*** Data provided ***
function volumesSection(m: ReportModel, n: number): string {
  const alt = new Map(m.conventions.levels.map((l) => [l.flightLevel, l.trueAltitudeM]));
  return `<section class="text" id="volumes">
<h2>${n} Coverage per volume and level</h2>
<p>For every volume at every computed level inside its band: its area, the share seen by at least one site of the
network, the share and area meeting its required folds (all of its kinds at once), the area short of them, and
how the area splits by the number of radar sites seeing it (and, where the network has receivers, by the number
of each kind's receiver sites hearing it). Rows short of the requirement are marked ▸ before the level.</p>
${statsTable(m.volumeStats, m.volumes, (fl) => alt.get(fl), 'volumes')}
</section>`;
}

function outageSection(m: ReportModel, n: number): string {
  const name = new Map(m.sites.map((s) => [s.id, s]));
  const vname = new Map(m.volumes.map((v) => [v.id, v.name]));
  const body = m.outage
    .map((l, i) => {
      const top = [...l.byVolume].sort((a, b) => b.demandWeightLost - a.demandWeightLost)[0];
      const s = name.get(l.siteId);
      const worst =
        top && top.demandWeightLost > 0
          ? `${esc(vname.get(top.volumeId) ?? top.volumeId)}, ${flText(top.flightLevel)}: ${top.areaKm2Lost.toFixed(0)} km²`
          : 'nothing lost';
      return (
        `<tr data-site="${esc(l.siteId)}"><td class="n">${i + 1}</td><td>${esc(s?.name ?? l.siteId)} <code>${esc(l.siteId)}</code></td>` +
        `<td>${esc(s?.typeIds.join(', ') ?? '')}</td>` +
        num(l.demandWeightLost, 0) +
        num(l.areaKm2Lost, 0) +
        `<td>${worst}</td></tr>`
      );
    })
    .join('\n');
  const worst = m.outage[0];
  const lead =
    worst && worst.demandWeightLost > 0
      ? `The worst single failure is ${esc(name.get(worst.siteId)?.name ?? worst.siteId)} (<code>${esc(worst.siteId)}</code>): ${worst.demandWeightLost.toFixed(0)} units of demand weight and ${worst.areaKm2Lost.toFixed(0)} km² lose service.`
      : 'No single site’s failure takes service away from any volume.';
  return `<section class="text" id="outage">
<h2>${n} Single-site outages (N−1)</h2>
<p>Each site of the network switched off in turn, every other sensor on: what loses service — cells of a volume, at
a level of its band, that met the volume's required folds and no longer do. Demand weight = area × the volume's
weight, summed over levels; area = the cells that lose service at one level or more. ${lead}</p>
<table class="grid" data-table="outage"><thead><tr><th class="n">#</th><th>Site down</th><th>Its sensor types</th><th class="n">Demand weight lost</th><th class="n">Area lost km²</th><th>Worst volume and level</th></tr></thead>
<tbody>${body}</tbody></table>
</section>`;
}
*** End of Data provided ***
→ **Task objective**: Go through the records and count every line with the word "that"; the answer is the number alone.

→ **Solution for this problem**: 2